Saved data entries
------------------------
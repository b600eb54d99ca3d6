"""Diffusive motion: the animal drifts with the velocity field and diffuses around it."""

from __future__ import annotations

from dataclasses import dataclass
from typing import ClassVar

import jax.numpy as jnp
from jaxtyping import Array, Float

from trackfit.motion.motion import MotionParameter, Transition


@dataclass(frozen=True)
class Diffusive:
    """Euler-Maruyama steps of dx = u(x, t) dt + sigma dW (Kloeden & Platen 1992, section 10.2).

    x' = x + u(x, t) dt + sigma sqrt(dt) e, so F = 1, G = dt, Q = sigma^2 dt. The noise is additive,
    for which the scheme converges with strong order one.
    """

    name: ClassVar[str] = "diffusive"
    k: ClassVar[int] = 1
    parameters: ClassVar[tuple[MotionParameter, ...]] = (
        MotionParameter("diffusion", "km/sqrt(h)", prior_median=1.0, prior_log_sd=2.0),
    )

    def transition(
        self, log_parameters: Float[Array, " parameters"], dt_hours: Float[Array, " steps"]
    ) -> Transition:
        """F, G, W and log det Q for steps of the given lengths."""
        variance = jnp.exp(2.0 * log_parameters[0]) * dt_hours
        return Transition(
            F=[[jnp.ones_like(dt_hours)]],
            G=[dt_hours],
            W=[[1.0 / variance]],
            log_det=jnp.log(variance),
        )

    def start_precision(
        self, log_parameters: Float[Array, " parameters"], position_sd_km: Float[Array, ""]
    ) -> Float[Array, " k"]:
        """Only the position, with its vague prior."""
        del log_parameters
        return jnp.asarray([position_sd_km**-2.0])

    def starting_values(self, speed_scale: float) -> tuple[float, ...]:
        """The diffusion itself."""
        return (speed_scale,)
------------------------
**Problem**
Supply the count of lines in the entries that include "steps", and no other text.

**Result of this task**
3